Data items:
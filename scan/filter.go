package scan

import (
	"errors"
	"fmt"
	"math"
)

// GaussianAlpha is the weighting constant α = sqrt(ln 2 / π) ≈ 0.4697 of
// the Gaussian filter of ISO 16610-21 and ISO 16610-61, which gives 50 %
// transmission at the cut-off wavelength.
var GaussianAlpha = math.Sqrt(math.Ln2 / math.Pi)

// FilterResult is a form surface and what the filter removed.
type FilterResult struct {
	// Form is the filtered surface, on the same grid and with the same cell
	// states as the input.
	Form *Surface
	// CutoffM is the cut-off wavelength λc, m (0: filter off).
	CutoffM float64
	// NoiseM is the RMS of raw − filtered over the Measured cells, m.
	NoiseM float64
}

// FormFilter low-pass filters the base cells of raw with the areal Gaussian
// filter of ISO 16610-61 at the cut-off wavelength cutoffM (m). The
// weighting function is
//
//	s(x, y) = 1/(α λc)² · exp(−π (x² + y²)/(α λc)²),  α = sqrt(ln 2 / π),
//
// applied separably along x and y and truncated at ±λc, where it has fallen
// to 7e-7 of its peak. Its transmission is exp(−π (α λc/λ)²): 50 % at
// λ = λc.
//
// At the rim the window holds fewer base cells. The filter is then taken as
// a normalised convolution of first order over the base cells (Measured and
// Filled) only: at each cell it fits a plane to the base cells in the
// window by least squares weighted by s, and takes that plane's height at
// the cell. Away from the rim this is the plain Gaussian filter; at the rim
// it keeps planes exact and, unlike zero-order normalisation, does not pull
// a dished or domed rim toward the interior by the local slope times the
// window's off-centre shift.
//
// cutoffM = 0 returns a copy of raw (filter off, NoiseM 0). A positive
// cut-off must span at least 4 cells, so that the sampled kernel has no
// aliasing to speak of.
func FormFilter(raw *Surface, cutoffM float64) (*FilterResult, error) {
	if raw == nil {
		return nil, errors.New("scan: filter: nil surface")
	}
	if err := checkSurface(raw); err != nil {
		return nil, fmt.Errorf("scan: filter: %w", err)
	}
	if math.IsNaN(cutoffM) || math.IsInf(cutoffM, 0) || cutoffM < 0 {
		return nil, fmt.Errorf("scan: filter: cut-off %g m is not a finite non-negative length", cutoffM)
	}
	if cutoffM == 0 {
		return &FilterResult{Form: raw.Clone()}, nil
	}
	if cutoffM < 4*raw.CellM {
		return nil, fmt.Errorf("scan: filter: cut-off %.3g mm is under 4 grid cells (cell %.3g mm); raise the cut-off or refine the grid",
			cutoffM*1e3, raw.CellM*1e3)
	}
	nx, ny := raw.Nx, raw.Ny
	nBase := 0
	for k := range raw.State {
		if raw.InBase(k) {
			nBase++
		}
	}
	if nBase == 0 {
		return nil, errors.New("scan: filter: surface has no base cells")
	}

	// Kernel in cell units: g0 = w(k), g1 = k·w(k), g2 = k²·w(k).
	half := int(math.Floor(cutoffM/raw.CellM + 1e-9))
	g0 := make([]float64, 2*half+1)
	g1 := make([]float64, 2*half+1)
	g2 := make([]float64, 2*half+1)
	scale := raw.CellM / (GaussianAlpha * cutoffM)
	for k := -half; k <= half; k++ {
		u := float64(k) * scale
		w := math.Exp(-math.Pi * u * u)
		g0[k+half] = w
		g1[k+half] = float64(k) * w
		g2[k+half] = float64(k*k) * w
	}

	n := nx * ny
	m := make([]float64, n)
	mz := make([]float64, n)
	for k := range m {
		if raw.InBase(k) {
			m[k] = 1
			mz[k] = raw.ZM[k]
		}
	}
	// Row pass: moments along x.
	r0, r1, r2 := make([]float64, n), make([]float64, n), make([]float64, n)
	rz0, rz1 := make([]float64, n), make([]float64, n)
	for j := range ny {
		row := j * nx
		for i := range nx {
			lo, hi := max(-half, -i), min(half, nx-1-i)
			var s0, s1, s2, sz0, sz1 float64
			for k := lo; k <= hi; k++ {
				q := row + i + k
				if m[q] == 0 {
					continue
				}
				t := k + half
				s0 += g0[t]
				s1 += g1[t]
				s2 += g2[t]
				sz0 += g0[t] * mz[q]
				sz1 += g1[t] * mz[q]
			}
			p := row + i
			r0[p], r1[p], r2[p], rz0[p], rz1[p] = s0, s1, s2, sz0, sz1
		}
	}
	// Column pass: M_pq = Σ w dx^p dy^q over base cells, Z_p = Σ w d^p z.
	m00, m10, m01 := make([]float64, n), make([]float64, n), make([]float64, n)
	m20, m11, m02 := make([]float64, n), make([]float64, n), make([]float64, n)
	z00, z10, z01 := make([]float64, n), make([]float64, n), make([]float64, n)
	for j := range ny {
		out := j * nx
		lo, hi := max(-half, -j), min(half, ny-1-j)
		for k := lo; k <= hi; k++ {
			t := k + half
			w0, w1, w2 := g0[t], g1[t], g2[t]
			in := (j + k) * nx
			a0, a1, a2 := r0[in:in+nx], r1[in:in+nx], r2[in:in+nx]
			b0, b1 := rz0[in:in+nx], rz1[in:in+nx]
			o00, o10, o01 := m00[out:out+nx], m10[out:out+nx], m01[out:out+nx]
			o20, o11, o02 := m20[out:out+nx], m11[out:out+nx], m02[out:out+nx]
			q00, q10, q01 := z00[out:out+nx], z10[out:out+nx], z01[out:out+nx]
			for i := range nx {
				if a0[i] == 0 {
					continue
				}
				o00[i] += w0 * a0[i]
				o01[i] += w1 * a0[i]
				o02[i] += w2 * a0[i]
				o10[i] += w0 * a1[i]
				o11[i] += w1 * a1[i]
				o20[i] += w0 * a2[i]
				q00[i] += w0 * b0[i]
				q01[i] += w1 * b0[i]
				q10[i] += w0 * b1[i]
			}
		}
	}

	form := raw.Clone()
	var ss float64
	nm := 0
	for p := range n {
		if !raw.InBase(p) {
			continue
		}
		v := z00[p] / m00[p]
		// Weighted plane fit z ≈ β0 + β1 dx + β2 dy: solve for β0.
		a, b, c := m00[p], m10[p], m01[p]
		d, e, f := m20[p], m11[p], m02[p]
		c00 := d*f - e*e
		c01 := c*e - b*f
		c02 := b*e - c*d
		det := a*c00 + b*c01 + c*c02
		if det > 1e-9*a*d*f {
			v = (z00[p]*c00 + z10[p]*c01 + z01[p]*c02) / det
		}
		form.ZM[p] = v
		if raw.State[p] == Measured {
			r := raw.ZM[p] - v
			ss += r * r
			nm++
		}
	}
	res := &FilterResult{Form: form, CutoffM: cutoffM}
	if nm > 0 {
		res.NoiseM = math.Sqrt(ss / float64(nm))
	}
	return res, nil
}

// checkSurface reports a malformed surface (sizes, cell length).
func checkSurface(s *Surface) error {
	if s.Nx <= 0 || s.Ny <= 0 || len(s.ZM) != s.Nx*s.Ny || len(s.State) != s.Nx*s.Ny {
		return fmt.Errorf("malformed surface (%d×%d cells, %d heights, %d states)", s.Nx, s.Ny, len(s.ZM), len(s.State))
	}
	if !(s.CellM > 0) || math.IsInf(s.CellM, 0) {
		return fmt.Errorf("cell length %g m is not positive and finite", s.CellM)
	}
	return nil
}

TASK OBJECTIVE: Copy each line of the entries in which the string "cells" is found.

OUTPUT BELOW:
	// NoiseM is the RMS of raw − filtered over the Measured cells, m.
// FormFilter low-pass filters the base cells of raw with the areal Gaussian
// At the rim the window holds fewer base cells. The filter is then taken as
// a normalised convolution of first order over the base cells (Measured and
// Filled) only: at each cell it fits a plane to the base cells in the
// cut-off must span at least 4 cells, so that the sampled kernel has no
		return nil, fmt.Errorf("scan: filter: cut-off %.3g mm is under 4 grid cells (cell %.3g mm); raise the cut-off or refine the grid",
		return nil, errors.New("scan: filter: surface has no base cells")
	// Column pass: M_pq = Σ w dx^p dy^q over base cells, Z_p = Σ w d^p z.
		return fmt.Errorf("malformed surface (%d×%d cells, %d heights, %d states)", s.Nx, s.Ny, len(s.ZM), len(s.State))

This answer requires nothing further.